Your assignment
Please filter the listing below and copy out the lines that hold "carrier".
=======
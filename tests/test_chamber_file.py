"""The chamber file: what it says becomes a bench in SI, and every mistake gets one clear line."""

import math
import tomllib
from dataclasses import fields

import pytest
import scipy.constants
from hypothesis import given, settings
from hypothesis import strategies as st
from shared_data import PRACTICE, needs_practice

from scatterfit.apparatus import records
from scatterfit.apparatus.check import apparatus_from_mapping, apply_overrides, nearest
from scatterfit.apparatus.keys import HUMIDITY, KEYS, TABLES, allowed_names, key_table
from scatterfit.apparatus.overrides import known_paths, split_path
from scatterfit.apparatus.saturation import saturation_before
from scatterfit.errors import ChamberFileError, InvalidInputError
from scatterfit.files import read_chamber, read_chamber_mapping
from scatterfit.units import UNITS, from_si, to_si

GAUGE = """
[beam]
wavelength_nm = 532.0
polarization = "perpendicular"

[[detector]]
column = "scatter1_V"
angle_deg = 30.0
half_angle_deg = 2.0
gain_V_m = 2e5

[transmission]
column = "transmitted_V"
path_mm = 120.0

[pressure]
column = "gauge_kPa"

[vapour]
substance = "water"
mole_fraction = 0.012

[gas]
carrier = "argon"

[chamber]
temperature_K = 296.15
pressure_kPa = 92.0
path_mm = 120.0
"""

NO_GAUGE = GAUGE.replace('[pressure]\ncolumn = "gauge_kPa"',
                         "[growth]\ntemperature_K = 265.0\npressure_kPa = 70.0")


def bench_of(text):
    return apparatus_from_mapping(tomllib.loads(text))


def refusal(text, tmp_path):
    """Return the one line that a chamber file is refused with."""
    path = tmp_path / "bench.toml"
    path.write_text(text, encoding="utf-8")
    with pytest.raises(ChamberFileError) as caught:
        read_chamber(path)
    message = str(caught.value)
    assert message.isprintable(), "one line"
    assert message.startswith(f"{path}: ")
    return message.removeprefix(f"{path}: ")


# --- what is understood -------------------------------------------------------------------------


def test_numbers_arrive_in_si():
    bench = bench_of(GAUGE + """
[seed]
concentration_per_cm3 = 1000.0
diameter_nm = 80.0

[analysis]
baseline_ms = [-5, -1.0]
max_radius_um = 8
""")
    assert bench.beam.wavelength == 532e-9
    assert bench.beam.polarization == math.pi / 2
    detector = bench.detectors[0]
    assert detector.column == "scatter1_V"
    assert detector.angle == pytest.approx(math.radians(30), rel=1e-15)
    assert detector.half_angle == pytest.approx(math.radians(2), rel=1e-15)
    assert (detector.gain, detector.time_constant, detector.dark) == (2e5, 0.0, None)
    assert bench.transmission.path == 0.12
    assert bench.chamber.pressure == 92e3
    assert bench.seed == records.Seed(concentration=1e9, diameter=80e-9)
    assert bench.analysis.baseline == (-5e-3, -1e-3)
    assert bench.analysis.reference_radius == 1e-6
    assert bench.analysis.max_radius == 8e-6
    assert bench.carrier == {"argon": 1.0}


def test_sigmas_are_found_everywhere_in_the_unit_of_the_record():
    text = GAUGE.replace("angle_deg = 30.0", "angle_deg = 30.0\nangle_deg_sigma = 0.15", 1)
    text = text.replace("gain_V_m = 2e5", "gain_V_m = 2e5\ngain_V_m_sigma = 6e3\n")
    text = text.replace("mole_fraction = 0.012", """mole_fraction = 0.012
mole_fraction_sigma = 1e-4
refractive_index = [1.3368, 0.001]
refractive_index_sigma = 0.0005
mass_accommodation_sigma = 0.1
diffusivity_mm2_s_sigma = 0.5
density_kg_m3_sigma = 0""")
    text = text.replace("temperature_K = 296.15", "temperature_K = 296.15\ntemperature_K_sigma=0.2")
    text = text.replace('carrier = "argon"', "carrier = {Ar = 0.7, he = 0.3, he_sigma = 0.01}")
    bench = bench_of(text.replace("[pressure]", "[pressure]\noffset_kPa_sigma = 0.1"))
    assert bench.sigmas == pytest.approx({
        "detector.scatter1_V.angle_deg": math.radians(0.15),
        "detector.scatter1_V.gain_V_m": 6e3,
        "vapour.mole_fraction": 1e-4,
        "vapour.refractive_index": 0.0005,
        "vapour.mass_accommodation": 0.1,
        "vapour.diffusivity_mm2_s": 0.5e-6,
        "chamber.temperature_K": 0.2,
        "gas.carrier.he": 0.01,
        "pressure.offset_kPa": 100.0,
    })
    assert bench.carrier == {"argon": 0.7, "helium": 0.3}
    assert bench.vapour.refractive_index == 1.3368 + 0.001j


def test_two_sigmas_of_an_absorbing_liquid():
    text = GAUGE.replace("mole_fraction = 0.012", "mole_fraction = 0.012\n"
                         "refractive_index = [1.4, 0.01]\nrefractive_index_sigma = [0.002, 0.003]")
    bench = bench_of(text)
    assert bench.sigmas["vapour.refractive_index"] == 0.002
    assert bench.sigmas["vapour.refractive_index_k"] == 0.003


@pytest.mark.parametrize(("written", "angle"), [
    ('"perpendicular"', math.pi / 2), ('"parallel"', 0.0), ('"unpolarized"', None),
    ("45", math.pi / 4), ("-30.0", -math.pi / 6),
])
def test_polarization_in_words_or_degrees(written, angle):
    bench = bench_of(GAUGE.replace('"perpendicular"', written))
    assert bench.beam.polarization == (angle if angle is None else pytest.approx(angle))


def test_every_property_of_the_vapour_can_be_overridden():
    overriding = [key for key in KEYS if key.property_name]
    assert len(overriding) == 10
    lines = "\n".join(f"{key.name} = {key.example}" for key in overriding)
    bench = bench_of(GAUGE.replace("mole_fraction = 0.012", f"mole_fraction = 0.012\n{lines}"))
    assert bench.vapour.overrides == {
        key.property_name: to_si(float(key.example), key.unit) for key in overriding}
    assert bench.vapour.overrides["latent_heat"] == 44500.0
    assert bench.vapour.overrides["diffusivity"] == pytest.approx(22e-6)


def test_a_substance_by_cas_number_gets_its_canonical_name():
    assert bench_of(GAUGE.replace('"water"', '"7732-18-5"')).vapour.substance == "water"


def test_transmission_alone_is_a_bench():
    start, end = GAUGE.index("[[detector]]"), GAUGE.index("[transmission]")
    bench = bench_of(GAUGE[:start] + GAUGE[end:])
    assert bench.detectors == ()


def test_a_background_is_read_with_its_sigmas():
    bench = bench_of(GAUGE + "[background]\nconcentration_per_cm3 = 5e4\n"
                     "concentration_per_cm3_sigma = 1e4\ndiameter_nm = 200.0\n")
    assert bench.background == records.Background(5e10, pytest.approx(200e-9))
    assert bench.sigmas["background.concentration_per_cm3"] == 1e10


@pytest.mark.parametrize(("lines", "parts"), [
    ("concentration_per_cm3 = 5e4", ["background.diameter_nm is missing", "200.0"]),
    ("diameter_nm = 200.0", ["background.concentration_per_cm3 is missing"]),
    ("concentration_per_cm3 = -1\ndiameter_nm = 200.0", ["concentration_per_cm3 = -1", "at least"]),
    ("concentration_per_cm3 = 1\ndiameter_um = 0.2", ["diameter_um", "did you mean diameter_nm?"]),
    ("concentration_per_cm3 = 1\ndiameter_nm = 0.2", ["diameter_nm = 0.2", "at least 5"]),
])
def test_a_wrong_background_is_one_line(lines, parts):
    with pytest.raises(ChamberFileError) as error:
        bench_of(f"{GAUGE}[background]\n{lines}\n")
    text = str(error.value)
    assert "\n" not in text
    assert all(part in text for part in parts), text


def test_an_empty_seed_table_counts():
    assert bench_of(GAUGE + "[seed]\n").seed == records.Seed()
    assert bench_of(GAUGE).seed is None


def test_growth_and_hold_without_a_gauge():
    bench = bench_of(NO_GAUGE + "[pulse]\nhold_ms = 1.2\n")
    assert bench.growth == records.GasState(temperature=265.0, pressure=70e3)
    assert bench.pulse.hold == pytest.approx(1.2e-3)


def test_the_pressure_may_come_from_the_trace():
    assert bench_of(GAUGE.replace("pressure_kPa = 92.0", "")).chamber.pressure is None


@pytest.mark.parametrize("humidity", [
    "mole_fraction = 0.013349", "partial_pressure_kPa = 1.2281", "saturation_ratio = 0.43699",
    "dew_point_K = 283.15",
])
def test_four_ways_to_state_the_same_vapour(humidity):
    """Water has 1.2281 kPa at 283.15 K and 2.8104 kPa at 296.15 K (CRC Handbook, from memory)."""
    bench = bench_of(GAUGE.replace("mole_fraction = 0.012", humidity))
    assert saturation_before(bench, bench.chamber.pressure) == pytest.approx(0.43699, rel=2e-3)


# --- mistakes -----------------------------------------------------------------------------------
=======
Answer below
carrier = "argon"
    assert bench.carrier == {"argon": 1.0}
    text = text.replace('carrier = "argon"', "carrier = {Ar = 0.7, he = 0.3, he_sigma = 0.01}")
        "gas.carrier.he": 0.01,
    assert bench.carrier == {"argon": 0.7, "helium": 0.3}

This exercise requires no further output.